*** Opening of GIVEN DATA ***

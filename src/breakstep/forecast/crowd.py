"""Crowding: how much slower tasks run when the cores of a node are all in use.

Three effects, each found in runs with one and with two workers on two cores (figures at
:data:`breakstep.forecast.measured.UNSEEN`):

- neighbours share caches and memory: kernels slow down in proportion to how many of the other cores are busy;
- messages need a processor too: where no core is spare they take it from a task;
- more threads than cores share them.

All three are mean values over a run, worker by worker: a worker whose neighbour is idle half of the time is slowed
down half as much. Nothing here knows when what happens.
"""

from __future__ import annotations

from dataclasses import dataclass

import numpy as np

from breakstep.forecast.measured import Dispatch
from breakstep.forecast.program import Floats


@dataclass(frozen=True)
class Load:
    """How busy a machine is.

    Attributes
    ----------
    busy : ndarray of float64, shape (workers,)
        Share of the time in which each worker's threads are in a task.
    threads, cores, nodes : int
        Threads of a worker, cores of a node, nodes in use.
    work_ns : float
        Time in tasks were it not crowded, all threads together [ns].
    messages : float
        Transfers.
    """

    busy: Floats
    threads: int
    cores: int
    nodes: int
    work_ns: float
    messages: float


def kernel_stretch(load: Load, dispatch: Dispatch) -> Floats:
    """How many times as long a kernel takes on each worker as on an idle machine, shape (workers,)."""
    slots = load.threads * len(load.busy)
    on_node = -(-slots // load.nodes)
    others = max(load.cores - 1, 1)
    around = (load.threads * load.busy.sum() - load.busy) / max(slots - 1, 1)  # mean over all other threads
    shared = 1.0 + dispatch.shared * around * min(on_node - 1, others) / others
    beside = dispatch.message_cpu_ns * load.messages / max(load.work_ns, 1.0)
    taken = around**others if on_node >= load.cores else np.zeros_like(around)
    crowded = max(1.0, float(load.busy.mean()) * on_node / load.cores)
    return np.asarray(shared * (1.0 + beside * taken) * crowded)


def python_stretch(workers: int, dispatch: Dispatch) -> float:
    """How many times as long the interpreter's part of a task takes as without messages."""
    return dispatch.python if workers > 1 else 1.0
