"""What the driver calls on a Dask worker: begin a run, prepare, work, look in, stop, hand over the record."""

from __future__ import annotations

from typing import Any

from distributed import Worker, get_worker

from breakstep.engine.native.payload import Payload
from breakstep.engine.resident import adapter
from breakstep.engine.resident.host import Assignment, Host
from breakstep.engine.resident.wire import Parcel
from breakstep.errors import ClusterError
from breakstep.steps.step import Array

_HOSTS: dict[str, Host] = {}


async def _receive(run: str, sender: int, number: int, parcel: Parcel) -> str:
    """A message for a run; one for a run that is over is dropped."""
    host = _HOSTS.get(run)
    return "gone" if host is None else await host.receive(sender, number, parcel)


def begin(assignment: Assignment, dask_worker: Worker) -> None:
    """Tell a worker of a run; from now on it takes messages for it."""
    adapter.listen(dask_worker, _receive)
    _HOSTS[assignment.run] = Host(assignment, dask_worker)


def prepare(run: str) -> None:
    """Make the worker's share of the initial state."""
    _host(run).prepare()


def work(run: str) -> Payload:
    """Run to the end; the final state of own tiles."""
    host = _host(run)
    final = host.work()
    arrays = {
        (name, tile, (0, 0, 0)): array for tile, fields in final.items() for name, array in fields.items()
    }
    return Payload(run, host.told.worker, host.told.worker, arrays)


def status(run: str) -> dict[str, Any]:
    """How far the worker is."""
    host = _HOSTS.get(run)
    return {"cycles": 0, "saved": [], "bytes": (0, 0), "stopped": True} if host is None else host.status()


def stop(run: str) -> None:
    """Call a run off."""
    host = _HOSTS.get(run)
    if host is not None:
        host.stop()


def collect(run: str) -> dict[str, Any]:
    """The worker's record; the run is forgotten."""
    host = _HOSTS.pop(run, None)
    if host is None:
        return {}
    host.stop()
    recorder = host.notes.recorder
    recorder.complete_threads(host.told.threads)
    return {
        "worker": recorder.worker,
        "zero": recorder.zero,
        "tables": recorder.record.tables(),
        "arrived": recorder.arrived,
        "peak": host.core.peak_bytes if host.core is not None else 0,
        "answers": host.core.answers if host.core is not None else [],
        "values": _last_values(host),
        "cycles": host.core.cycles_done if host.core is not None else 0,
    }


def _last_values(host: Host) -> dict[str, Array]:
    core = host.core
    newest = core.unroller.last_values() if core is not None else {}
    return {n: core.values[i] for n, i in newest.items() if core is not None and i in core.values}


def _host(run: str) -> Host:
    try:
        return _HOSTS[run]
    except KeyError:
        raise ClusterError(
            f"worker {get_worker().address} was asked to work on run {run}, of which it was never told; it"
            " restarted after the run began"
        ) from None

*** Close of GIVEN DATA ***

EXERCISE PROMPT: Where a line above holds the word "newest", copy it.

SOLUTION TO THE EXERCISE:
    newest = core.unroller.last_values() if core is not None else {}
    return {n: core.values[i] for n, i in newest.items() if core is not None and i in core.values}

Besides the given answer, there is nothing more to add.